Si je vous comprends bien, vous mixez les deux points de vue qui s"opposent aujourd"hui celui d"une individualisation de la pénibilité et celui d"une approche par métier ou branche ?

S.V. Bien sûr. Le débat est très mal posé. Il y a deux choses différentes.

Il faut définir les critères de pénibilité par secteur, le bâtiment, la sidérurgie, le travail de nuit, etc. et ensuite, il y a une application plus individuelle d"où la nécessité d"un dispositif publique interprofessionnel.

Ceux qui défendent le cas pas cas, ont en partie raison. On peut avoir été éboueur tout sa vie et n"avoir travaillé de nuit qu"à une période donnée.

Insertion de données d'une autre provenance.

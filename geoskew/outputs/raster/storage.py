"""How a layer's values are stored: type, rounding, nodata, predictor, overviews."""

from __future__ import annotations

from dataclasses import dataclass
from typing import Any, Final, Literal

import numpy as np
from numpy.typing import NDArray

from geoskew.errors import InputError, OutputError
from geoskew.layers import Layer

Precision = Literal["standard", "full"]

CLASS_NODATA: Final = 255

# Rounding by unit. A power of two clears low bits, so that files shrink to a fraction; 2^-10 is about
# 0.001 (degrees, dB, percent). At 40 000 km float32 itself resolves 2^-8 km: 2^-6 km is 16 m.
_DEFAULT_STEP: Final = 2.0**-10
_STEPS: Final[dict[str, float]] = {"km": 2.0**-6}


_STRIP_ROWS: Final = 128


@dataclass(frozen=True, slots=True)
class Storage:
    """What a layer's file holds: ``step`` is the rounding in the layer's unit, 0 for none."""

    dtype: Literal["float32", "uint8"]
    nodata: float
    step: float
    predictor: Literal[1, 2, 3]
    overviews: Literal["average", "nearest"]


def storage_of(layer: Layer, *, precision: Precision = "standard", nodata: float | None = None) -> Storage:
    """How a layer is stored.

    Classes are uint8 with 255 as nodata whatever ``nodata`` says. Overviews are averages, but the
    nearest cell's value for classes and for angles that close on themselves (359° and 1° would average
    to 180°). Rounded values go with the horizontal predictor, unrounded ones with that for floats.

    Raises
    ------
    InputError
        ``nodata`` is infinite or no float32 number; ``precision`` is unknown.
    """
    if precision not in ("standard", "full"):
        raise InputError(f'precision {precision!r} is unknown; give "standard" or "full"')
    if layer.is_class:
        return Storage("uint8", CLASS_NODATA, 0.0, 1, "nearest")
    declared = float("nan") if nodata is None else _as_float32(nodata)
    step = 0.0 if precision == "full" else _STEPS.get(layer.unit, _DEFAULT_STEP)
    overviews: Literal["average", "nearest"] = "nearest" if layer.kind == "circular" else "average"
    return Storage("float32", declared, step, 2 if step else 3, overviews)


def _as_float32(nodata: float) -> float:
    if np.isnan(nodata):
        return float("nan")
    with np.errstate(over="ignore"):
        stored = float(np.float32(nodata))
    if not np.isfinite(stored):
        raise InputError(f"nodata {nodata} does not fit a 32-bit float; give a number such as -9999")
    return stored


def encode(values: NDArray[Any], layer: Layer, storage: Storage) -> NDArray[Any]:
    """Values as they are stored, but for nodata: NaN stays (255 for classes).

    Rounding and the conversion to float32 never take a circular layer out of its range: 359.9999°
    becomes 0°, and -89.9999° becomes 90° where it would become -90°.

    Raises
    ------
    OutputError
        A value is infinite: a layer has a number or no value.
    """
    if storage.dtype == "uint8":
        if values.dtype == np.uint8:
            return values
        return np.where(np.isnan(values), CLASS_NODATA, values).astype(np.uint8)
    values = values if np.issubdtype(values.dtype, np.floating) else values.astype(np.float64)
    if values.ndim < 2:
        return _encoded(values, layer, storage)
    # Strips stay in the processor's cache, which a block with its temporary arrays does not.
    encoded = np.empty(values.shape, dtype=np.float32)
    for start in range(0, values.shape[0], _STRIP_ROWS):
        strip = slice(start, start + _STRIP_ROWS)
        encoded[strip] = _encoded(values[strip], layer, storage)
    return encoded


def _encoded(values: NDArray[Any], layer: Layer, storage: Storage) -> NDArray[np.float32]:
    stored = values
    if storage.step:
        # scaling by a power of two is exact in either float type
        stored = np.rint(values * values.dtype.type(1.0 / storage.step)) * values.dtype.type(storage.step)
    with np.errstate(over="ignore"):
        stored = stored.astype(np.float32)
    if layer.kind == "circular":
        stored = _back_in_range(stored, values, layer.period)
    # One NaN and one zero: NaN has many bit patterns and zero two, and bytes must not depend on that.
    stored = np.where(np.isnan(stored), np.float32(np.nan), stored + np.float32(0.0))
    if np.isinf(stored).any():
        raise OutputError(f"layer {layer.name}: an infinite value; a layer has a number or no value")
    return stored


def _back_in_range(stored: NDArray[np.float32], values: NDArray[Any], period: float) -> NDArray[np.float32]:
    """Turn by one period what only rounding carried to the open end of the range.

    Azimuths live in [0, 360), angles modulo 180 in (-90, 90]; a value given at the open end stays.
    """
    if period == 360.0:
        return np.where((stored >= 360.0) & (values < 360.0), np.float32(0.0), stored)
    half = np.float32(period / 2.0)
    return np.where((stored <= -half) & (values > -half), half, stored)


def burn(encoded: NDArray[Any], storage: Storage, layer: Layer, *, checked: bool = True) -> NDArray[Any]:
    """Encoded values with the declared nodata number in place of NaN.

    Averages may meet that number by chance: for these `checked` is false.

    Raises
    ------
    InputError
        The number is one of the layer's values.
    """
    if storage.dtype == "uint8" or np.isnan(storage.nodata):
        return encoded
    if checked and (encoded == np.float32(storage.nodata)).any():
        raise InputError(
            f"nodata {storage.nodata:g} is a value of layer {layer.name}; give a number that no layer takes, "
            "such as -9999"
        )
    return np.where(np.isnan(encoded), np.float32(storage.nodata), encoded)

Autre exemple, une personne qui travaillerait dans une mine de nuit puis serait reconvertie à 41 ans sur un poste de jour pour finir sa carrière sur un poste de bureau.

Les salariés d"un secteur donné ne sont pas tous dans des situations identiques.

Mais, là où ça ne va pas, c"est lorsque qu"on préconise une visite médicale. Cela heurte à la fois la rigueur scientifique et l"éthique.

On ne peut pas confier à un médecin la responsabilité de décider du degré d"exposition d"un salarié en fonction de son état.

A fortiori pour le travail de nuit.

Pourquoi ?

S.V. On sait que les problèmes cardiovasculaires sont renforcés par le travail de nuit mais il est impossible de prouver que ces problèmes ne seraient dus « exclusivement » qu"au travail de nuit. L"alimentation, l"alcool, le tabac, etc. jouent aussi.

A la limite, cela pourrait presque inciter le salarié à s"exposer davantage pour prouver qu"il est atteint. Vous voyez le danger.